# Web Scraping Nigeria Housing Data

---


Data is not readily available in Nigeria, therefore data professionals in this part of the world have to utilize web scraping to bridge the gap. In this project, we would be collecting data for a house prices project in Nigeria and scraping from Property Pro website  and answer business questions such as :

- Average Price of Homes by Location
- Most Popular Type of Homes

- Property Pro: https://www.propertypro.ng/


Data such as Description of the home/apartment, location and price would be collected from each of the websites and API. Information like are not included because Size of the rooms are not provided in the websites, also from further research size is determined by the owners of the properties. 

The most popular way to web scrap is through BeautifulSoup, a Python Package used for extracting data from HTML and XML contents.

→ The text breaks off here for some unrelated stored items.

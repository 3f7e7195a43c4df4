//! Second stage of loading: raw scenario → the models' types, with defaults filled in
//! and every range checked. Errors name the field by its path in the file.
//!
//! Ranges the models already check ([`ForwardDesign::validate`],
//! [`ControllerSpec::validate`], [`OpenLoopGate::validate`]) are checked there and the
//! field names mapped to scenario paths, so the rules live in one place; what the
//! models leave to the caller is checked here. The drive's fields are in [`drive`].
//!
//! [`ControllerSpec::validate`]: stepflux_models::controller::ControllerSpec::validate
//! [`OpenLoopGate::validate`]: stepflux_models::gate::OpenLoopGate::validate

use stepflux_models::components::{
    Capacitor, CoreLoss, Diode, GateDrive, Inductor, InputFilter, InputSource, Load, Switch,
    Transformer, Transitions,
};
use stepflux_models::disturbance::Disturbance;
use stepflux_models::template::{ForwardDesign, ResetScheme};
use stepflux_models::ModelError;

use super::error::ScenarioError;
use super::raw;
use crate::job::{Analysis, Drive, Limits, NamedState, Start};
use crate::units::{self, Unit};

mod drive;
pub use drive::drive;

/// Off-state resistance when a file leaves it out, ohms: a leakage figure of the order
/// data sheets give for small power devices (common practice), and high enough against
/// any load in the circuit to read as "off".
pub const DEFAULT_R_OFF: f64 = 10e6;

/// Longest scenario name, characters.
const NAME_MAX: usize = 64;

/// Where errors are reported: the file name as given.
pub struct Ctx<'a> {
    /// File name for messages.
    pub file: &'a str,
}

impl Ctx<'_> {
    /// An out-of-range error at `field`.
    pub fn range(&self, field: &str, value: impl ToString, allowed: &str) -> ScenarioError {
        ScenarioError::OutOfRange {
            file: self.file.to_string(),
            field: field.to_string(),
            value: crate::text::shorten(&value.to_string()),
            allowed: allowed.to_string(),
        }
    }

    /// An infeasibility at `field`.
    pub fn infeasible(&self, field: &str, message: String) -> ScenarioError {
        ScenarioError::Infeasible {
            file: self.file.to_string(),
            field: field.to_string(),
            message,
        }
    }

    /// A model error met while building `field`; out-of-range values keep their own
    /// field, mapped by `map`.
    pub fn model(
        &self,
        field: &str,
        error: ModelError,
        map: &dyn Fn(&str) -> String,
    ) -> ScenarioError {
        match error {
            ModelError::OutOfRange {
                field: f,
                value,
                allowed,
            } => self.range(&map(&f), value, &allowed),
            error => ScenarioError::Model {
                file: self.file.to_string(),
                field: field.to_string(),
                error,
            },
        }
    }

    fn check(
        &self,
        field: &str,
        value: f64,
        ok: bool,
        allowed: &str,
    ) -> Result<f64, ScenarioError> {
        if ok && value.is_finite() {
            Ok(value)
        } else {
            Err(self.range(field, value, allowed))
        }
    }

    /// `value` if it is finite and > 0.
    pub fn positive(&self, field: &str, value: f64) -> Result<f64, ScenarioError> {
        self.check(field, value, value > 0.0, "a finite value > 0")
    }

    /// `value` if it is finite and ≥ 0.
    pub fn non_negative(&self, field: &str, value: f64) -> Result<f64, ScenarioError> {
        self.check(field, value, value >= 0.0, "a finite value ≥ 0")
    }

    /// `value` if it lies in [lo, hi].
    pub fn within(&self, field: &str, value: f64, lo: f64, hi: f64) -> Result<f64, ScenarioError> {
        self.check(
            field,
            value,
            (lo..=hi).contains(&value),
            &format!("{lo} to {hi}"),
        )
    }
}

/// The name, if it is a safe single path component.
pub fn name(ctx: &Ctx, name: &str) -> Result<String, ScenarioError> {
    let allowed = "letters, digits, '-', '_' and '.', not starting with '.', 1 to 64 \
                   characters (it names the output folder)";
    let safe = !name.is_empty()
        && name.chars().count() <= NAME_MAX
        && !name.starts_with('.')
        && name
            .chars()
            .all(|c| c.is_ascii_alphanumeric() || matches!(c, '-' | '_' | '.'));
    if safe {
        Ok(name.to_string())
    } else {
        Err(ctx.range("name", format!("{name:?}"), allowed))
    }
}

fn or_zero<T: Copy>(v: Option<T>, si: fn(T) -> f64) -> f64 {
    v.map_or(0.0, si)
}

fn diode(d: &raw::Diode) -> Diode {
    Diode {
        vf: d.vf.si(),
        rd: d.r_on.si(),
        r_off: d.r_off.map_or(DEFAULT_R_OFF, |r| r.si()),
        junction_capacitance: or_zero(d.junction_capacitance, |c| c.si()),
        reverse_rating: d.reverse_rating.si(),
    }
}

fn switch(s: &raw::Switch) -> Switch {
    Switch {
        r_on: s.r_on.si(),
        r_off: s.r_off.map_or(DEFAULT_R_OFF, |r| r.si()),
        output_capacitance: or_zero(s.output_capacitance, |c| c.si()),
        body_diode: s.body_diode.as_ref().map(diode),
        voltage_rating: s.voltage_rating.si(),
        transitions: s.transitions.as_ref().map(|t| match t {
            raw::Transitions::Times(t) => Transitions::Times {
                rise_time: t.rise_time.si(),
                fall_time: t.fall_time.si(),
            },
            raw::Transitions::Energy(e) => Transitions::Energy {
                turn_on: e.turn_on.si(),
                turn_off: e.turn_off.si(),
            },
        }),
        gate_drive: s.gate_drive.as_ref().map(|g| GateDrive {
            charge: g.charge.si(),
            drive_voltage: g.drive_voltage.si(),
        }),
    }
}

fn capacitor(c: &raw::Capacitor) -> Capacitor {
    Capacitor {
        capacitance: c.capacitance.si(),
        esr: or_zero(c.esr, |r| r.si()),
    }
}

/// Scenario path of a field the models name (`transformer.reset_turns`, `reset.diode.rd`,
/// `switch.r_on`). The models call a diode's forward resistance `rd`; the scenario calls
/// it `r_on`, as the engine does.
fn design_path(model_field: &str, scheme: &str) -> String {
    if model_field == "transformer.reset_turns" {
        return "converter.reset.reset_winding.turns".into();
    }
    let model_field = match model_field.strip_suffix(".rd") {
        Some(diode) => format!("{diode}.r_on"),
        None => model_field.to_string(),
    };
    match model_field.strip_prefix("reset.") {
        Some(rest) => format!("converter.reset.{scheme}.{rest}"),
        None => format!("converter.{model_field}"),
    }
}

/// The power stage, checked.
pub fn design(ctx: &Ctx, c: &raw::Converter) -> Result<ForwardDesign, ScenarioError> {
    let t = &c.transformer;
    let mut transformer = Transformer {
        primary_turns: t.primary_turns.si(),
        secondary_turns: t.secondary_turns.si(),
        reset_turns: 0.0,
        magnetising_inductance: t.magnetising_inductance.si(),
        primary_leakage: or_zero(t.primary_leakage, |v| v.si()),
        secondary_leakage: or_zero(t.secondary_leakage, |v| v.si()),
        reset_leakage: 0.0,
        primary_resistance: or_zero(t.primary_resistance, |v| v.si()),
        secondary_resistance: or_zero(t.secondary_resistance, |v| v.si()),
        reset_resistance: 0.0,
        core_area: t.core_area.si(),
        saturation_flux_density: t.saturation_flux_density.si(),
        saturated_inductance: t.saturated_inductance.map(|v| v.si()),
        core_loss: t.core_loss.as_ref().map(|c| CoreLoss {
            k: c.k.si(),
            alpha: c.alpha.si(),
            beta: c.beta.si(),
            volume: c.volume.si(),
        }),
    };
    let (reset, scheme) = match &c.reset {
        raw::Reset::ResetWinding(w) => {
            transformer.reset_turns = w.turns.si();
            transformer.reset_leakage = or_zero(w.leakage, |v| v.si());
            transformer.reset_resistance = or_zero(w.resistance, |v| v.si());
            let path = "converter.reset.reset_winding";
            ctx.non_negative(&format!("{path}.leakage"), transformer.reset_leakage)?;
            ctx.non_negative(&format!("{path}.resistance"), transformer.reset_resistance)?;
            (
                ResetScheme::ResetWinding {
                    diode: diode(&w.diode),
                },
                "reset_winding",
            )
        }
        raw::Reset::RcdClamp(r) => {
            let v0 = or_zero(r.initial_voltage, |v| v.si());
            ctx.non_negative("converter.reset.rcd_clamp.initial_voltage", v0)?;
            ctx.non_negative(
                "converter.reset.rcd_clamp.capacitor.esr",
                or_zero(r.capacitor.esr, |v| v.si()),
            )?;
            let reset = ResetScheme::RcdClamp {
                diode: diode(&r.diode),
                resistance: r.resistance.si(),
                capacitor: capacitor(&r.capacitor),
                initial_voltage: v0,
            };
            (reset, "rcd_clamp")
        }
        raw::Reset::TwoSwitch(s) => {
            let reset = ResetScheme::TwoSwitch {
                high_side: switch(&s.high_side),
                clamp_diode: diode(&s.clamp_diode),
            };
            (reset, "two_switch")
        }
        raw::Reset::ActiveClamp(a) => {
            let v0 = or_zero(a.initial_voltage, |v| v.si());
            ctx.non_negative("converter.reset.active_clamp.initial_voltage", v0)?;
            ctx.non_negative(
                "converter.reset.active_clamp.capacitor.esr",
                or_zero(a.capacitor.esr, |v| v.si()),
            )?;
            let reset = ResetScheme::ActiveClamp {
                aux_switch: switch(&a.aux_switch),
                capacitor: capacitor(&a.capacitor),
                initial_voltage: v0,
            };
            (reset, "active_clamp")
        }
    };
    let design = ForwardDesign {
        input: input(ctx, &c.input)?,
        transformer,
        switch: switch(&c.switch),
        reset,
        rectifier: diode(&c.rectifier),
        freewheel: diode(&c.freewheel),
        output_inductor: Inductor {
            inductance: c.output_inductor.inductance.si(),
            dcr: or_zero(c.output_inductor.dcr, |v| v.si()),
            saturation_current: ctx.positive(
                "converter.output_inductor.saturation_current",
                c.output_inductor.saturation_current.si(),
            )?,
        },
        output_capacitor: capacitor(&c.output_capacitor),
        load: Load {
            resistance: c.load.resistance.map(|v| v.si()),
            current: c.load.current.map(|v| v.si()),
        },
    };
    design
        .validate()
        .map_err(|e| ctx.model("converter", e, &|f| design_path(f, scheme)))?;
    Ok(design)
}

fn input(ctx: &Ctx, i: &raw::Input) -> Result<InputSource, ScenarioError> {
    let filter = match &i.filter {
        Some(f) => Some(InputFilter {
            inductance: ctx.positive("converter.input.filter.inductance", f.inductance.si())?,
            resistance: ctx.non_negative(
                "converter.input.filter.resistance",
                or_zero(f.resistance, |v| v.si()),
            )?,
            capacitor: checked_capacitor(ctx, "converter.input.filter.capacitor", &f.capacitor)?,
        }),
        None => None,
    };
    let bulk = match &i.bulk {
        Some(b) => Some(checked_capacitor(ctx, "converter.input.bulk", b)?),
        None => None,
    };
    Ok(InputSource {
        voltage: i.voltage.si(),
        resistance: or_zero(i.resistance, |v| v.si()),
        filter,
        bulk,
    })
}

fn checked_capacitor(
    ctx: &Ctx,
    path: &str,
    c: &raw::Capacitor,
) -> Result<Capacitor, ScenarioError> {
    let c = capacitor(c);
    ctx.positive(&format!("{path}.capacitance"), c.capacitance)?;
    ctx.non_negative(&format!("{path}.esr"), c.esr)?;
    Ok(c)
}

I will use this method and introduce extracting data through APIs in this project. 

BeautifulSoup is a Python library for pulling data out of HTML and XML files. Docs: https://www.crummy.com/software/BeautifulSoup/bs4/doc/


In [11]:
import pandas as pd 
from bs4 import BeautifulSoup
import re
import requests

## GET URL 

In [12]:
url = 'https://www.propertypro.ng/property-for-rent?'
headers = {'User-Agent': 'Mozilla/5.0 (Macintosh; Intel Mac OS X 10_11_5) AppleWebKit/537.36 (KHTML, like Gecko) Chrome/50.0.2661.102 Safari/537.36'}

response = requests.get(url,headers=headers)
# print(response.status_code)

200


In [13]:
# res = response.content
soup = BeautifulSoup(response.content, "html.parser")

In [17]:
print(soup.title)
print(soup.title.string)


<title>21308+ House, Flats &amp; Office For Rent in  Nigeria. | PropertyPro Nigeria</title>
21308+ House, Flats & Office For Rent in  Nigeria. | PropertyPro Nigeria


In [36]:
listings = []

for i in range(1,10):

    url = f'https://www.propertypro.ng/property-for-rent?page={i}'
    headers = {'User-Agent': 'Mozilla/5.0 (Macintosh; Intel Mac OS X 10_11_5) AppleWebKit/537.36 (KHTML, like Gecko) Chrome/50.0.2661.102 Safari/537.36'}

    response = requests.get(url,headers=headers)
    soup = BeautifulSoup(response.content, "html.parser")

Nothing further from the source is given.